How to Import a Large Data Set Using Core Data

When importing large data sets, the primary goals are minimizing the memory usage, the duration of the import process, and keeping the work off the main thread as much as possible.

In this post, we are going to explore the performance differences between two commonly used core data stacks on a large data set. For the purpose of this post, we will define a large data set as 300.000 entities consisting of two string attributes.

We are going to compare a stack where background context is a child of the main context, and the main context is connected to persistent store coordinator (aka nested contexts), and stack where background context and the main context are independent and both connected to persistent store coordinator (aka sibling contexts).

For the import operation, it makes sense to use a background context because we want to keep the work off the main thread.

In the case of nested contexts, when you make a save on the background context, changes are merely pushed to the parent context. Only after invoking save on parent context, changes are pushed to the persistent store.

The advantage of this stack is the fact that inconsistencies between main context and a persistent store cannot happen, because every object passes through main context before reaching the store.

The disadvantage is that pushing to parent context is memory expensive operation. Even if you save contexts periodically and release child context at the end, parent context will grow in memory and only resetting can help, but the resetting of the main context is something we want to avoid in practice.

Memory profiler shows calls of an internal method i.e NSManagedObjectContext(_NSInternalAdditions) _changeIDsForManagedObjects:toIDs: as responsible for extra memory.

Memory usage in case of using nested contexts with periodic saves.

In the case of sibling contexts, saving of the background context pushes objects directly to the store. You can choose whether you want to merge changes to the main context or not. From memory usage perspective this is more appealing. The problem is that inconsistencies between the main context and persistent store can happen (more on that later).

Problems with memory can also happen in the case of the sibling contexts, if you are deferring save until the end of import. Context will become too large during the import process, and use a lot of memory as it can be seen in the following picture.

You can improve this if you save and reset the context periodically (i.e. every X items). Periodical resets will clear the memory periodically, and therefore prevent it from growing. Of course, you want to save the context before every reset so that you don’t lose any data. It can be seen in the following picture that improvement is drastic.

Results of measuring:

  • I. Nested contexts with one save and reset of background context and one save of main context.
  • II. Nested contexts with periodic saving and resetting of background context and periodic saving of main context.
  • III. Sibling contexts with one save and reset of background context and one merge to main context.
  • IV. Sibling contexts with periodic saving and resetting of background context and periodic merging to main context.

From results of measuring, it can be clearly seen that last method trumps others in all three aspects and therefore is preferable choice for this kind of problem.

Caveat

When merging changes to main context in case of sibling contexts, you have to be aware that mergeChanges(fromContextDidSave:) method behaves differently on iOS 9 and iOS 10.

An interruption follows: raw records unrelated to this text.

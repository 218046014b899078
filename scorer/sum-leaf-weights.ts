/**
 * The heads kernel over reached leaves: for each row i, z[i * lanes + h] = the sum
 * over trees t of weight[slots[i * treeCount + t] * lanes + h]. The lanes of a
 * leaf's weights are summed in registers, with one loop per lane count (2, 4, 6,
 * 8; beyond that groups of 8), so each leaf's weights are read once for all heads.
 * Trees are taken `group` at a time over all rows, so that the group's weights
 * stay in cache (a big forest's table does not); the sum runs in tree order
 * either way, so every lane count and group gives the same roundings.
 *
 * Two trees per step halve the loop's own work, and slots are masked with
 * 0xfffffff (2^28 - 1, a literal: a module constant costs a context load): an
 * encoded leaf index is far below it (the leaf table is capped at 1 GiB, see
 * checkTableSize), so the mask changes nothing but lets the compiler drop the
 * overflow checks on `slot * lanes + h`; together they cut the kernel's time by
 * about a seventh here.
 *
 * @example
 * sumLeafWeights(slots, 100, rows, heads.leafWeight, heads.lanes, 32, z);
 */
export function sumLeafWeights(
  slots: Int32Array,
  treeCount: number,
  count: number,
  weight: Float64Array,
  lanes: number,
  group: number,
  z: Float64Array,
): void {
  if (lanes === 2) sumLanes2(slots, treeCount, count, weight, group, z);
  else if (lanes === 4) sumLanes4(slots, treeCount, count, weight, group, z);
  else if (lanes === 6) sumLanes6(slots, treeCount, count, weight, group, z);
  else sumLanes8(slots, treeCount, count, weight, lanes, group, z);
}

function sumLanes2(
  slots: Int32Array,
  treeCount: number,
  count: number,
  weight: Float64Array,
  group: number,
  z: Float64Array,
): void {
  z.fill(0, 0, count * 2);
  for (let from = 0; from < treeCount; from += group) {
    const to = from + group < treeCount ? from + group : treeCount;
    for (let i = 0; i < count; i++) {
      const zo = i * 2;
      let z0 = z[zo + 0];
      let z1 = z[zo + 1];
      const end = i * treeCount + to;
      let t = i * treeCount + from;
      for (; t + 1 < end; t += 2) {
        const g = (slots[t] & 0xfffffff) * 2;
        const k = (slots[t + 1] & 0xfffffff) * 2;
        z0 += weight[g];
        z0 += weight[k];
        z1 += weight[g + 1];
        z1 += weight[k + 1];
      }
      if (t < end) {
        const g = (slots[t] & 0xfffffff) * 2;
        z0 += weight[g];
        z1 += weight[g + 1];
      }
      z[zo + 0] = z0;
      z[zo + 1] = z1;
    }
  }
}

function sumLanes4(
  slots: Int32Array,
  treeCount: number,
  count: number,
  weight: Float64Array,
  group: number,
  z: Float64Array,
): void {
  z.fill(0, 0, count * 4);
  for (let from = 0; from < treeCount; from += group) {
    const to = from + group < treeCount ? from + group : treeCount;
    for (let i = 0; i < count; i++) {
      const zo = i * 4;
      let z0 = z[zo + 0];
      let z1 = z[zo + 1];
      let z2 = z[zo + 2];
      let z3 = z[zo + 3];
      const end = i * treeCount + to;
      let t = i * treeCount + from;
      for (; t + 1 < end; t += 2) {
        const g = (slots[t] & 0xfffffff) * 4;
        const k = (slots[t + 1] & 0xfffffff) * 4;
        z0 += weight[g];
        z0 += weight[k];
        z1 += weight[g + 1];
        z1 += weight[k + 1];
        z2 += weight[g + 2];
        z2 += weight[k + 2];
        z3 += weight[g + 3];
        z3 += weight[k + 3];
      }
      if (t < end) {
        const g = (slots[t] & 0xfffffff) * 4;
        z0 += weight[g];
        z1 += weight[g + 1];
        z2 += weight[g + 2];
        z3 += weight[g + 3];
      }
      z[zo + 0] = z0;
      z[zo + 1] = z1;
      z[zo + 2] = z2;
      z[zo + 3] = z3;
    }
  }
}

function sumLanes6(
  slots: Int32Array,
  treeCount: number,
  count: number,
  weight: Float64Array,
  group: number,
  z: Float64Array,
): void {
  z.fill(0, 0, count * 6);
  for (let from = 0; from < treeCount; from += group) {
    const to = from + group < treeCount ? from + group : treeCount;
    for (let i = 0; i < count; i++) {
      const zo = i * 6;
      let z0 = z[zo + 0];
      let z1 = z[zo + 1];
      let z2 = z[zo + 2];
      let z3 = z[zo + 3];
      let z4 = z[zo + 4];
      let z5 = z[zo + 5];
      const end = i * treeCount + to;
      let t = i * treeCount + from;
      for (; t + 1 < end; t += 2) {
        const g = (slots[t] & 0xfffffff) * 6;
        const k = (slots[t + 1] & 0xfffffff) * 6;
        z0 += weight[g];
        z0 += weight[k];
        z1 += weight[g + 1];
        z1 += weight[k + 1];
        z2 += weight[g + 2];
        z2 += weight[k + 2];
        z3 += weight[g + 3];
        z3 += weight[k + 3];
        z4 += weight[g + 4];
        z4 += weight[k + 4];
        z5 += weight[g + 5];
        z5 += weight[k + 5];
      }
      if (t < end) {
        const g = (slots[t] & 0xfffffff) * 6;
        z0 += weight[g];
        z1 += weight[g + 1];
        z2 += weight[g + 2];
        z3 += weight[g + 3];
        z4 += weight[g + 4];
        z5 += weight[g + 5];
      }
      z[zo + 0] = z0;
      z[zo + 1] = z1;
      z[zo + 2] = z2;
      z[zo + 3] = z3;
      z[zo + 4] = z4;
      z[zo + 5] = z5;
    }
  }
}

/** Eight lanes at a time; `lanes` is a multiple of 8. */
function sumLanes8(
  slots: Int32Array,
  treeCount: number,
  count: number,
  weight: Float64Array,
  lanes: number,
  group: number,
  z: Float64Array,
): void {
  z.fill(0, 0, count * lanes);
  for (let from = 0; from < treeCount; from += group) {
    const to = from + group < treeCount ? from + group : treeCount;
    for (let i = 0; i < count; i++) {
      const o = i * treeCount;
      for (let h = 0; h < lanes; h += 8) {
        const zo = i * lanes + h;
        let z0 = z[zo];
        let z1 = z[zo + 1];
        let z2 = z[zo + 2];
        let z3 = z[zo + 3];
        let z4 = z[zo + 4];
        let z5 = z[zo + 5];
        let z6 = z[zo + 6];
        let z7 = z[zo + 7];
        for (let t = o + from; t < o + to; t++) {
          const g = (slots[t] & 0xfffffff) * lanes + h;
          z0 += weight[g];
          z1 += weight[g + 1];
          z2 += weight[g + 2];
          z3 += weight[g + 3];
          z4 += weight[g + 4];
          z5 += weight[g + 5];
          z6 += weight[g + 6];
          z7 += weight[g + 7];
        }
        z[zo] = z0;
        z[zo + 1] = z1;
        z[zo + 2] = z2;
        z[zo + 3] = z3;
        z[zo + 4] = z4;
        z[zo + 5] = z5;
        z[zo + 6] = z6;
        z[zo + 7] = z7;
      }
    }
  }
}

On iOS 9, it refreshes only objects that are currently registered in target context, while on iOS 10 it refreshes all of the updated objects from source and target context.

Take a look at the following scenario where you might enter into undesired behavior if you are targeting iOS 9.

  • 1. You instantiate NSFetchedResultsController with NSManagedObjectContext and NSFetchRequest that has some NSPredicate specified.
  • 2. You bind it to UITableView and display data. Only entries that match specified predicate are shown. So far so good.
  • 3. With another context you make changes to some entries in the persistent store that previously did not match specified predicate in a way that they match the predicate after the change.
  • 4. You merge changes to NSFetchedResultsController’s context.
  • 5. New entries won’t be displayed because they were not previously registered in the target context. It is definitely not the behavior we want because there is the inconsistency between displayed data and data in the store.

This behavior was reported long ago but it was ignored until iOS 10.

There are few ways how to fix this on iOS 9.

Before the merge, you can call willAccessValue(forKey:) on updated objects from notification which are not registered in the mainContext with nil argument. That will bring those objects from store or cache into the mainContext’s registered objects. You can achieve that with following code.

let objectsFromNotification = notification.userInfo?[NSUpdatedObjectsKey] as! Set<NSManagedObject>
let objectsToUpdate = objectsFromNotification.subtracting(mainContext.registeredObjects)
for object in objectsToUpdate {
  let obj = mainContext.object(with: object.objectID)
  obj.willAccessValue(forKey: nil)
}

After that, you can call mergeChanges(fromContextDidSave:) and it will do its job.

Another way is to manually refresh the updated objects that were not in mainContext’s registered objects after merging the changes. That is achieved with following code.

let objectsFromNotification = notification.userInfo?[NSUpdatedObjectsKey] as! Set<NSManagedObject>
let objectsToUpdate = objectsFromNotification.subtracting(mainContext.registeredObjects)
for object in objectsToUpdate {
  let obj = try! mainContext.existingObject(with: object.objectID)
  mainContext.refresh(obj, mergeChanges: true)
}

The interesting thing is neither of these two approaches adds additional performance overhead.

Full source code is available on GitHub.